Snap-on-Veneers sind herausnehmbare Zahnverblendungen oder Veneers zum Aufstecken, die einfach über die natürlichen Zähne gesetzt werden. Sie eignen sich als kurzfristige ästhetische Lösung, beispielsweise für Events oder Fotos. Sie ersetzen jedoch keine dauerhafte Zahnbehandlung.
Gibt es Veneers ohne Schleifen?
Ja. Besonders Non-Prep-Veneers oder Flowable Veneers können häufig ohne Beschleifen der Zähne angebracht werden. Das hängt jedoch vom individuellen Zustand der Zähne ab.
Gibt es auch Veneers aus Gold?
Ja, es gibt spezielle Gold-Veneers. Sie sind allerdings selten gefragt und werden meist aus ästhetischen Gründen auf besonderen Wunsch eingesetzt.

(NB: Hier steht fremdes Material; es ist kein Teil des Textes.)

/* SPDX-License-Identifier: BSD-2-Clause
 *
 * Test support. Models for tests of effective dynamics, gamma = 0.2375. */
#ifndef EBB_TEST_EFFECTIVE_H
#define EBB_TEST_EFFECTIVE_H

#include "ebbturn/effective.h"

/* Area gap over pi gamma G: 4 sqrt3 (Ashtekar, Wilson-Ewing 2009) and 2 sqrt3 (before). */
#define NEW_GAP 6.928203230275509
#define OLD_GAP 3.4641016151377544

/* Flat, Lambda = 0, sector 4; where holonomies are of fixed length mu0 = 3 sqrt3/2, refined with x = 1/4; members may
 * be set afterwards, then ebb_rows_make once more. */
struct ebb_rows ebb_test_effective_rows(const char *prescription, const char *clock, double gap);
/* The bounce that ends the classical branch, or the recollapse of the same orbit. */
struct ebb_turning_point ebb_test_effective_point(const struct ebb_rows *rows, double momentum, bool bounce);

#endif
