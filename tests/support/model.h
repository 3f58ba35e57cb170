/* SPDX-License-Identifier: BSD-2-Clause
 *
 * Test support for Criterion tests of the physics: a model as a user writes it, set up and measured as `evolve` does,
 * without any file. Needs PETSc: Test(..., .init = ebb_test_slepc_begin, .fini = ebb_test_slepc_end). */
#ifndef EBB_TEST_MODEL_H
#define EBB_TEST_MODEL_H

#include "app/record.h"
#include "app/run.h"

struct ebb_test_model {
  struct ebb_settings settings;
  struct ebb_run run;
  struct ebb_record record; /* empty before ebb_test_model_measure */
};

/* Text of a model file in printf form; one that the program would refuse fails the test. */
void ebb_test_model_create(struct ebb_test_model *model, const char *format, ...) __attribute__((format(printf, 2, 3)));
void ebb_test_model_destroy(struct ebb_test_model *model);

/* Moments, quantiles and errors at every clock sample. */
void ebb_test_model_measure(struct ebb_test_model *model);
/* Bounce and law; measures first where that was not done. */
void ebb_test_model_conclude(struct ebb_test_model *model);

/* Sums at one clock value, whatever the model's range; the caller clears. */
struct ebb_sheet ebb_test_model_look(struct ebb_test_model *model, double clock,
                                     const struct ebb_sheet_request *request);
void ebb_test_model_moments(struct ebb_test_model *model, double clock, double moment[EBB_MOMENTS]);

/* Volume law of the solvable ordering on v = 4n and v = 2 + 4n, <v> = plus e^X + minus e^-X, X = kappa phi (Ashtekar,
 * Corichi, Singh, Phys. Rev. D 77, 024046 (2008), arXiv:0710.3565; recomputed independently), in closed form. Exact up
 * to exp(-k0^2/(2 sigma_k^2)). k0, sigma_k: mean and standard deviation of |c|^2. */
struct ebb_test_law {
  long double plus, minus;
  long double square[3]; /* <v^2> = square[0] + square[1] e^2X + square[2] e^-2X; gaussian_momentum only */
};
/* c = exp(-(1 + i squeeze)(k - k0)^2/(4 sigma_k^2) - i k kappa at): on imaginary shifts of k,
 * plus, minus = exp((1 + squeeze^2)/(8 sigma_k^2)) <sqrt(k^2 + 1/4)> e^{-+kappa at}, k about k0 -+ squeeze/2; square =
 * 2 <k^2>, and exp((1 + squeeze^2)/(2 sigma_k^2)) <k sqrt(k^2 + 1)> e^{-+2 kappa at}, k about k0 -+ squeeze. */
struct ebb_test_law ebb_test_law_gaussian_momentum(double k0, double sigma_k, double squeeze, double at);
/* The same Gaussian times exp(-+i alpha(k)), upper sign contracting: exp(1/(8 sigma_k^2)) times k0^2 + sigma_k^2 + 1/4
 * for the term that grows and 1 for the one that falls (expanding: exchanged). */
struct ebb_test_law ebb_test_law_gaussian_lnv(double k0, double sigma_k, bool contracting, double at);
/* Mean volume and its standard deviation at a clock value, and at the bounce. */
long double ebb_test_law_v(const struct ebb_test_law *law, double clock);
long double ebb_test_law_v_spread(const struct ebb_test_law *law, double clock);
long double ebb_test_law_bounce_v(const struct ebb_test_law *law);
long double ebb_test_law_bounce_clock(const struct ebb_test_law *law);

#endif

Welche Prominenten tragen Veneers?
Zahlreiche bekannte Persönlichkeiten setzen auf Veneers, um ein perfektes Lächeln zu erzielen. So gilt die Verschönerung der Zähne inzwischen fast als Standard in der Film- und Musikbranche. Oft lassen sich Vorher-Nachher-Bilder von Stars wie Miley Cyrus, Zac Efron oder Cardi B finden. Sie zeigen, wie stark Veneers das Erscheinungsbild verändern können.
Gibt es Veneers zum Selbermachen?
Online werden sogenannte DIY-Veneers angeboten, die einfach aufgesteckt werden. Diese Produkte sind jedoch rein kosmetisch und nicht mit professionellen Veneers vergleichbar.